First of all, I'm new here so hello to you all. I would like to to say that this forum has been really helpful. There is sooo much information 

Here's my situation. I used to be really into amphibians and i had a lot of them, but i gave it up for a while due to other interests, but recently my gf and i decided to set up a little newt tank. It's a 20 gallon paludarium with a couple eastern newts and a fire belly newt. I have it set up with about 1/3 land and 2/3 water. There are a few live plants in there, mostly java moss, so i have one fluorescent bulb to keep the plants happy. 

The problem is i typically have my thermostat set to about 75 degrees and these guys need their tank to be at about 68-70 degrees. For the time being i have my thermostat at 70 and i have a fan by the tank. Plus i regularly mist the tank down with a spray bottle. The newts are fine now but i would rather not have the AC on at 70 degrees all the time. I have tried putting a frozen bottle of water at the back corner of the tank, which seems to work decently well, but is there something else people use to cool down their tanks? I was thinking of putting a small fan inside the tank. Any suggestions would be much appreciated. Thanks. 

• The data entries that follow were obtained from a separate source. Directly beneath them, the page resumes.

#[test]
fn a_second_dive_is_next_dive_and_one_keypad_entry_per_diver() {
    let dir = tempfile::tempdir().unwrap();
    let clock = ManualClock::at(LATE);
    let app = open_at(dir.path(), &clock, 412.0, 4000.0);
    read_all(&app);
    clock.advance(2 * 3600);
    let taps = std::cell::Cell::new(0);
    let tap = |label: &str| {
        taps.set(taps.get() + 1);
        press(&app, label);
    };
    tap("next dive");
    for (name, start) in [("Ines", "190"), ("Bram", "180"), ("Sol", "200")] {
        tap(&format!("start pressure of {name}"));
        for c in start.chars() {
            tap(&c.to_string());
        }
        tap("done");
    }
    tap("show turns");
    for name in ["Ines", "Bram", "Sol"] {
        assert!(
            !turn(&app, name).starts_with('—'),
            "{name}: {}",
            turn(&app, name)
        );
    }
    println!("second dive of three divers: {} taps", taps.get());
    assert_eq!(taps.get(), 1 + 3 * 5 + 1);
}

/// The taps a new user needs from the very first launch (cautions shown) to three divers'
/// turns: once with generic presets, once with one diver's pair entered by hand.
#[test]
fn first_launch_to_three_turns_counts_its_taps() {
    i_slint_backend_testing::init_no_event_loop();
    for custom in [false, true] {
        let dir = tempfile::tempdir().unwrap();
        let clock = ManualClock::at(LATE);
        let app = App::with_clock(dir.path(), Rc::new(clock.clone())).unwrap();
        app.window
            .window()
            .set_size(slint::LogicalSize::new(412.0, 4000.0));
        assert_eq!(page(&app), Page::Cautions);
        let taps = std::cell::Cell::new(0);
        let tap = |label: &str| {
            taps.set(taps.get() + 1);
            press(&app, label);
        };
        let keys = |s: &str| s.chars().for_each(|c| tap(&c.to_string()));
        tap("acknowledge cautions");
        tap("new team");
        tap("add diver");
        tap("cylinders of Me");
        tap("pick Single 12 L 232 bar");
        tap("cylinders of Buddy");
        if custom {
            tap("custom set");
            tap("cylinder count 2");
            tap("custom water capacity per cylinder");
            keys("11");
            tap("decimal separator");
            keys("1");
            tap("done");
            tap("custom working pressure");
            keys("232");
            tap("done");
            tap("use custom set");
        } else {
            tap("pick Twin 10 L 300 bar");
        }
        tap("cylinders of Diver 3");
        tap("pick Single 18 L 232 bar");
        for (name, start) in [("Me", "210"), ("Buddy", "220"), ("Diver 3", "200")] {
            tap(&format!("start pressure of {name}"));
            keys(start);
            tap("done");
        }
        tap("show turns");
        assert_eq!(page(&app), Page::Turns);
        for name in ["Me", "Buddy", "Diver 3"] {
            let t = turn(&app, name);
            assert!(t.ends_with("bar") && !t.starts_with('—'), "{name}: {t}");
        }
        let what = if custom {
            "one pair by hand"
        } else {
            "presets"
        };
        println!("first launch to three turns, {what}: {} taps", taps.get());
        // Presets: 3 to open a team of three, 2 per diver's set, 5 per start, 1 to show.
        let sets = if custom { 2 + 15 + 2 } else { 2 + 2 + 2 };
        assert_eq!(taps.get(), 3 + sets + 3 * 5 + 1);
    }
}
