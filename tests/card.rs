//! The printable team card: valid SVG (parsed as XML), every diver's name and shown turn
//! in their own unit on it, and a golden rendering (rasterised with resvg using the
//! app's own Roboto fonts) so layout regressions show.
//!
//! To refresh the golden image after an intended layout change:
//! `TURNSHEET_UPDATE_GOLDEN=1 cargo test --test card`, then look at tests/data/card-demo.png
//! (docs/card.png, the README's picture, is written from the same rendering).

use std::path::PathBuf;

use turnsheet::formats::card_svg::{CardHeading, card_svg};
use turnsheet::formats::team_file::TeamFile;
use turnsheet::plan::plan_team;
use turnsheet::plan::shown;
use turnsheet::plan::team_charts;

fn demo() -> turnsheet::plan::TeamInput {
    TeamFile::parse(include_str!("../examples/hollowmere-team.json"))
        .unwrap()
        .to_input()
        .unwrap()
}

fn heading() -> CardHeading {
    CardHeading {
        dive: Some("Hollowmere spring, upstream".into()),
        date: Some("2026-12-05".into()),
        read_at: Vec::new(),
        labels: Default::default(),
    }
}

fn tree(svg: &str) -> resvg::usvg::Tree {
    let mut db = resvg::usvg::fontdb::Database::new();
    for f in [
        &include_bytes!("../ui/fonts/Roboto-Regular.ttf")[..],
        &include_bytes!("../ui/fonts/Roboto-Bold.ttf")[..],
    ] {
        db.load_font_data(f.to_vec());
    }
    let opt = resvg::usvg::Options {
        fontdb: std::sync::Arc::new(db),
        ..Default::default()
    };
    resvg::usvg::Tree::from_str(svg, &opt).expect("card parses as SVG")
}

fn render(svg: &str, scale: f32) -> resvg::tiny_skia::Pixmap {
    let tree = tree(svg);
    let size = tree.size();
    let (w, h) = (
        (size.width() * scale).ceil() as u32,
        (size.height() * scale).ceil() as u32,
    );
    let mut pixmap = resvg::tiny_skia::Pixmap::new(w, h).unwrap();
    resvg::render(
        &tree,
        resvg::tiny_skia::Transform::from_scale(scale, scale),
        &mut pixmap.as_mut(),
    );
    pixmap
}

#[test]
fn card_is_xml_with_every_name_and_turn() {
    let team = demo();
    let plan = plan_team(&team).unwrap();
    let svg = card_svg(&heading(), &team, &plan, &[]);
    let doc = roxmltree::Document::parse(&svg).expect("well-formed XML");
    let text: String = doc
        .descendants()
        .filter(|n| n.is_text())
        .filter_map(|n| n.text())
        .collect::<Vec<_>>()
        .join("\n");
    for d in &plan.divers {
        assert!(text.contains(&d.name), "{} missing", d.name);
        let turn = format!("{} {}", shown::num(d.turn_shown_value), d.gauge.label());
        assert!(text.contains(&turn), "{turn} missing");
        if let Some(st) = &d.stage {
            assert!(text.contains(&format!(
                "drop stage at {} {}",
                shown::num(st.drop_shown_value),
                d.gauge.label()
            )));
        }
    }
    // The diver whose gas sets the allowance the turns use is named.
    let team = demo();
    for a in turnsheet::plan::allowance_sources(&team, &plan) {
        let c = &plan.divers[a.diver];
        assert!(text.contains(&format!("{} control", c.name)), "{}", c.name);
    }
    assert!(text.contains("Check by hand"));
    assert!(text.contains("Hollowmere spring, upstream"));
    // 100 × 150 mm page.
    let root = doc.root_element();
    assert_eq!(root.attribute("width"), Some("100mm"));
    assert_eq!(root.attribute("height"), Some("150mm"));
}

#[test]
fn charts_add_one_page_per_pairing() {
    let team = demo();
    let plan = plan_team(&team).unwrap();
    let charts = team_charts(&team, 2, 7).unwrap();
    let svg = card_svg(&heading(), &team, &plan, &charts);
    let doc = roxmltree::Document::parse(&svg).unwrap();
    let pages = 1 + charts.len();
    assert_eq!(
        doc.root_element().attribute("height"),
        Some(format!("{}mm", 150 * pages).as_str())
    );
    // Every chart cell's turn is printed.
    let texts: Vec<&str> = doc.descendants().filter_map(|n| n.text()).collect();
    for c in &charts {
        for row in &c.turns {
            for cell in row.iter().flatten() {
                assert!(texts.contains(&shown::num(*cell).as_str()));
            }
        }
    }
    render(&svg, 2.0);
}

#[test]
fn demo_card_matches_its_golden_rendering() {
    let team = demo();
    let plan = plan_team(&team).unwrap();
    let svg = card_svg(&heading(), &team, &plan, &[]);
    // 100 × 150 mm at 96 px per inch (the CSS definition: CSS Values and Units Module
    // Level 3, 1in = 96px; 1in = 25.4 mm) × 1.5: 377.95 × 1.5 = 567 by 851 px.
    let pixmap = render(&svg, 1.5);
    let golden = PathBuf::from(env!("CARGO_MANIFEST_DIR")).join("tests/data/card-demo.png");
    if std::env::var_os("TURNSHEET_UPDATE_GOLDEN").is_some() {
        std::fs::create_dir_all(golden.parent().unwrap()).unwrap();
        pixmap.save_png(&golden).unwrap();
        // The README's picture of the card is the same rendering.
        let docs = PathBuf::from(env!("CARGO_MANIFEST_DIR")).join("docs/card.png");
        pixmap.save_png(docs).unwrap();
    }
    let decoder = png::Decoder::new(std::io::BufReader::new(
        std::fs::File::open(&golden).expect("golden image exists; see the file's header"),
    ));
    let mut reader = decoder.read_info().unwrap();
    let mut buf = vec![0; reader.output_buffer_size()];
    let info = reader.next_frame(&mut buf).unwrap();
    assert_eq!((info.width, info.height), (pixmap.width(), pixmap.height()));
    let (w, h) = (info.width as usize, info.height as usize);
    assert_eq!(info.color_type, png::ColorType::Rgba);
    let ours = pixmap.data();
    let mut differ = 0usize;
    let mut ink = 0usize;
    for px in 0..w * h {
        let a = &ours[px * 4..px * 4 + 4];
        let b = &buf[px * 4..px * 4 + 4];
        if a.iter().zip(b).any(|(x, y)| x.abs_diff(*y) > 64) {
            differ += 1;
        }
        if a[0] < 128 {
            ink += 1;
        }
    }
    // Black on white with real content, and at most 0.5 % of pixels changed.
    assert!(ink > w * h / 50, "too little ink: {ink}");
    assert!(differ * 200 <= w * h, "{differ} of {} pixels differ", w * h);
}

/// The text of every element of a card, one per line.
fn texts_of(svg: &str) -> Vec<String> {
    let doc = roxmltree::Document::parse(svg).expect("well-formed XML");
    doc.descendants()
        .filter(|n| n.is_text())
        .filter_map(|n| n.text())
        .map(str::to_string)
        .collect()
}

#[test]
fn a_card_in_german_writes_decimal_commas() {
    // The demo team on a 2.5 bar graduation, so turns can fall on half bars.
    let mut team: serde_json::Value =
        serde_json::from_str(include_str!("../examples/hollowmere-team.json")).unwrap();
    team["gauge_step"] = serde_json::json!(2.5);
    let dir = tempfile::tempdir().unwrap();
    let file = dir.path().join("team.json");
    std::fs::write(&file, team.to_string()).unwrap();
    let out = std::process::Command::new(env!("CARGO_BIN_EXE_turnsheet"))
        .arg("card")
        .arg(&file)
        .args(["--lang", "de", "--date", "2026-12-05"])
        .output()
        .unwrap();
    assert!(
        out.status.success(),
        "{}",
        String::from_utf8_lossy(&out.stderr)
    );
    let svg = String::from_utf8(out.stdout).unwrap();
    let text = texts_of(&svg).join("\n");
    // Every turn as a German gauge reads it: the plan's figure with a comma.
    let input = TeamFile::parse(&team.to_string())
        .unwrap()
        .to_input()
        .unwrap();
    let plan = plan_team(&input).unwrap();
    let mut halves = 0;
    for d in &plan.divers {
        let point = shown::turn(d.turn_shown_value);
        let comma = point.replace('.', ",");
        assert!(
            text.contains(&format!("{comma} {}", d.gauge.label())),
            "{comma} missing"
        );
        if point.contains('.') {
            halves += 1;
            assert!(!text.contains(&format!("{point} {}", d.gauge.label())));
        }
    }
    // At least one turn on the 2.5 bar graduation is not a whole bar (checked above with
    // its comma); the set sizes keep their decimals too (Bram's rating, 77.4 cu ft).
    assert!(
        halves > 0,
        "no half-bar turn: the check above tested no comma"
    );
    assert!(text.contains("77,4 cu ft"), "Bram's set, with a comma");
    assert!(!text.contains("77.4 cu ft"), "no decimal point left");
}

#[test]
fn an_unknown_card_language_is_refused_with_the_codes() {
    let demo = PathBuf::from(env!("CARGO_MANIFEST_DIR")).join("examples/hollowmere-team.json");
    let out = std::process::Command::new(env!("CARGO_BIN_EXE_turnsheet"))
        .arg("card")
        .arg(&demo)
        .args(["--lang", "klingon"])
        .output()
        .unwrap();
    assert_eq!(out.status.code(), Some(2), "bad input");
    assert!(out.stdout.is_empty(), "no card");
    let err = String::from_utf8_lossy(&out.stderr);
    assert!(err.contains("--lang"), "{err}");
    for code in ["en", "es", "fr", "de", "it", "pt_BR"] {
        assert!(err.contains(code), "{code} not listed: {err}");
    }
    assert!(!err.contains("panicked"), "{err}");
}

/// Every text of the card laid out by resvg with the app's fonts: its words and the box
/// its glyphs fill, as (left, top, right, bottom) in mm.
fn laid_out_texts(svg: &str) -> Vec<(String, [f32; 4])> {
    fn walk(g: &resvg::usvg::Group, mm: f32, out: &mut Vec<(String, [f32; 4])>) {
        for node in g.children() {
            match node {
                resvg::usvg::Node::Group(g) => walk(g, mm, out),
                resvg::usvg::Node::Text(t) => {
                    let words = t.chunks().iter().map(|c| c.text()).collect::<String>();
                    let r = t.flattened().abs_bounding_box();
                    out.push((
                        words,
                        [r.left() / mm, r.top() / mm, r.right() / mm, r.bottom() / mm],
                    ));
                }
                _ => {}
            }
        }
    }
    let tree = tree(svg);
    // The canvas is in CSS px; the page is 100 mm wide.
    let mm = tree.size().width() / 100.0;
    let mut out = Vec::new();
    walk(tree.root(), mm, &mut out);
    out
}

#[test]
fn long_set_names_stay_on_the_page_and_off_the_turns() {
    use turnsheet::plan::SetLabels;
    // The longest names a set can have (40 characters), with wide letters.
    let team = demo();
    let plan = plan_team(&team).unwrap();
    let long = "MMMM WWWW Sidemount aluminium 77.4 cu ft";
    assert_eq!(long.chars().count(), 40);
    let mut heading = heading();
    heading.labels = SetLabels {
        sets: vec![String::new(), long.into(), long.into()],
        stages: vec![long.into(), String::new(), long.into()],
    };
    for heading in [heading, self::heading()] {
        let svg = card_svg(&heading, &team, &plan, &[]);
        let texts = laid_out_texts(&svg);
        assert!(texts.len() > 10, "{texts:?}");
        // Inside the 5 mm margins of the 100 × 150 mm page.
        for (words, [left, top, right, bottom]) in &texts {
            assert!(
                *left >= 4.5 && *right <= 95.5 && *top >= 0.0 && *bottom <= 145.5,
                "{words} runs off the page: {left} {top} {right} {bottom}"
            );
        }
        // No two texts' glyphs touch.
        for (k, (a, ra)) in texts.iter().enumerate() {
            for (b, rb) in &texts[k + 1..] {
                let apart = ra[2] <= rb[0] || rb[2] <= ra[0] || ra[3] <= rb[1] || rb[3] <= ra[1];
                assert!(apart, "'{a}' {ra:?} overlaps '{b}' {rb:?}");
            }
        }
    }
}

/// Units that stay on the line of their number.
const UNITS: [&str; 10] = [
    "L/min", "cu", "bar", "psi", "min", "°C", "°F", "L", "ft", "m",
];

#[test]
fn no_card_line_parts_a_number_from_its_unit_in_any_language() {
    use turnsheet::i18n::{Language, LanguageScope};
    let team = demo();
    let plan = plan_team(&team).unwrap();
    let charts = team_charts(&team, 2, 7).unwrap();
    let names = plan.names();
    for l in Language::ALL {
        let _scope = LanguageScope::new(l);
        let svg = card_svg(&heading(), &team, &plan, &charts);
        let lines = texts_of(&svg);
        for pair in lines.windows(2) {
            let ends_in_number = pair[0].trim_end().ends_with(|c: char| c.is_ascii_digit());
            let first = pair[1].split(' ').next().unwrap_or("");
            let unit = UNITS.contains(&first.trim_end_matches([',', '.', ')', ';']));
            assert!(
                !(ends_in_number && unit),
                "{l:?}: a line ends {:?} and the next begins {:?}",
                pair[0],
                pair[1]
            );
        }
        // A no-break space the language writes (French, before ":") is kept.
        if l == Language::French {
            assert!(
                lines.iter().any(|t| t.contains("\u{a0}:")),
                "French lost its no-break space before ':'"
            );
        }
        // No possessive of a name, in any language (a name may be "Me" or "Chris").
        for n in &names {
            for t in &lines {
                assert!(!t.contains(&format!("{n}'s")), "{l:?}: {t}");
                assert!(!t.contains(&format!("{n}’s")), "{l:?}: {t}");
            }
        }
    }
}
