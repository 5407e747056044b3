//! Text contrast of the theme's colour pairs: at least 7:1 (WCAG 2.1 contrast ratio,
//! success criterion 1.4.6 "Contrast (Enhanced)", using its relative-luminance formula).
//! Pairs are declared in ui/theme.slint with `// contrast-pair: FG on BG` comments.

fn colour(theme: &str, name: &str) -> [f64; 3] {
    let needle = format!("property <color> {name}:");
    let line = theme
        .lines()
        .find(|l| l.contains(&needle))
        .unwrap_or_else(|| panic!("colour {name} not in theme"));
    let hex = line.split('#').nth(1).unwrap().trim_end_matches(';').trim();
    let v = |i: usize| u8::from_str_radix(&hex[i..i + 2], 16).unwrap() as f64 / 255.0;
    [v(0), v(2), v(4)]
}

fn luminance(c: [f64; 3]) -> f64 {
    let lin = |x: f64| {
        if x <= 0.03928 {
            x / 12.92
        } else {
            ((x + 0.055) / 1.055).powf(2.4)
        }
    };
    0.2126 * lin(c[0]) + 0.7152 * lin(c[1]) + 0.0722 * lin(c[2])
}

fn contrast(a: [f64; 3], b: [f64; 3]) -> f64 {
    let (la, lb) = (luminance(a), luminance(b));
    (la.max(lb) + 0.05) / (la.min(lb) + 0.05)
}

#[test]
fn wcag_formula_matches_known_values() {
    // WCAG 2.1: black on white is 21:1; #777777 on white is about 4.48:1.
    assert!((contrast([0.0; 3], [1.0; 3]) - 21.0).abs() < 1e-9);
    let grey = 0x77 as f64 / 255.0;
    assert!((contrast([grey; 3], [1.0; 3]) - 4.48).abs() < 0.01);
}

#[test]
fn every_declared_pair_reaches_seven_to_one() {
    let theme = include_str!("../ui/theme.slint");
    let mut pairs = 0;
    for line in theme.lines() {
        if let Some(rest) = line.trim().strip_prefix("// contrast-pair:") {
            let parts: Vec<&str> = rest.split(" on ").map(str::trim).collect();
            let (fg, bg) = (colour(theme, parts[0]), colour(theme, parts[1]));
            let c = contrast(fg, bg);
            assert!(c >= 7.0, "{} on {}: {c:.2}:1", parts[0], parts[1]);
            pairs += 1;
        }
    }
    assert!(pairs >= 8, "only {pairs} pairs declared");
}
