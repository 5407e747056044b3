//! Headless rendering with Slint's software renderer: the buddy view at phone size
//! (412×915) with a full team of six keeps every turn row at least 96 px tall and
//! renders white digits on black.

use i_slint_backend_testing::{ElementHandle, TestingBackend, TestingBackendOptions};
use slint::ComponentHandle;
use turnsheet::app::App;
use turnsheet::app::adapters::refresh_all;
use turnsheet::app::nav::Screen;

#[test]
fn buddy_view_rows_are_big_and_high_contrast() {
    slint::platform::set_platform(Box::new(TestingBackend::new(TestingBackendOptions {
        mock_time: true,
        threading: false,
        renderer_name: Some("software".into()),
    })))
    .unwrap();
    let dir = tempfile::tempdir().unwrap();
    let app = App::new(dir.path()).unwrap();
    app.window
        .window()
        .set_size(slint::LogicalSize::new(412.0, 915.0));
    app.window.show().unwrap();
    {
        let mut s = app.session.borrow_mut();
        s.acknowledge_cautions();
        while s.team.can_add() {
            s.add_diver();
        }
        s.go(Screen::Turns);
        s.go(Screen::Buddy);
    }
    refresh_all(&app.window, &app.session.borrow());
    let names: Vec<String> = app
        .session
        .borrow()
        .team
        .input()
        .divers
        .iter()
        .map(|d| d.name.clone())
        .collect();
    assert_eq!(names.len(), 6);
    for n in &names {
        let row =
            ElementHandle::find_by_accessible_label(&app.window, &format!("buddy turn of {n}"))
                .next()
                .unwrap_or_else(|| panic!("row for {n}"));
        assert!(
            row.size().height >= 96.0,
            "{n}: row {} px",
            row.size().height
        );
    }
    let shot = app.window.window().take_snapshot().unwrap();
    assert_eq!((shot.width(), shot.height()), (412, 915));
    let px = shot.as_slice();
    let white = px
        .iter()
        .filter(|p| p.r > 240 && p.g > 240 && p.b > 240)
        .count();
    let black = px
        .iter()
        .filter(|p| p.r < 10 && p.g < 10 && p.b < 10)
        .count();
    assert!(black > px.len() / 2, "background must be black");
    assert!(
        white > px.len() / 50,
        "digits must be white and large: {white} white px"
    );
    assert_eq!(
        white
            + black
            + px.iter()
                .filter(|p| {
                    let grey = p.r.abs_diff(p.g) < 8 && p.g.abs_diff(p.b) < 8;
                    grey && !(p.r > 240 || p.r < 10)
                })
                .count(),
        px.len(),
        "only white, black and anti-aliased grey: no colour"
    );
}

Btw, sorry if this thread is in the wrong section of the furum. I wasn't sure which section to put it in.


----------



## motydesign (Feb 27, 2011)

instead of putting the bottle on the side, put it on top, i know that seems to go against what you are wanting (cold where the newts are) but cold falls, so give that a try and see how that works for ya?


----------



## Michael Shrom (May 20, 2004)

For the newts you are working with and your room temp if the tank is not sealed to tight a fan blowing across the top should be o.k. A fan blowing over the water area will cool the tank by evaporative cooling. Bottles of ice are o.k. but big swings in temp can be bad. Another expensive alternative is a chiller. I set up an 18 gallon tank with an AquaEuro 1/13 hp chiller and it works great.


----------



## Newtnerd (May 4, 2011)

Thanks for the help guys. I ended up getting a 120VAC fan, which i put at the back corner of the tank facing the water. This brings down the temperature a bit through evaporative cooling, but not quite enough, so i did what you said, motydesign and put a frozen water bottle at the top of the tank. I have 1 in the freezer at all times so i can switch them out when one melts. The combination of the fan and the water bottle is keeping the tank between 66 and 68 degrees, which works quite well for these guys. Thanks again.


----------



## Golden State Mantellas (Mar 12, 2011)

When I kept fire bellied newts I had to use a chiller. In So Cal when it is 110+ outside, it is hard to cool the house below 80 let alone 70. Check your local Craigslist, often you can get chillers for much cheaper than buying them new.


----------



## leuc11 (Nov 1, 2010)

A few computer fans will keep the tank temp down


----------



## tanchu (Sep 26, 2013)

Maybe this helps? https://en.wikipedia.org/wiki/Thermoelectric_cooling


----------



## bsr8129 (Sep 23, 2010)

awhole year and this is your first post, from a thread 3 years old.


----------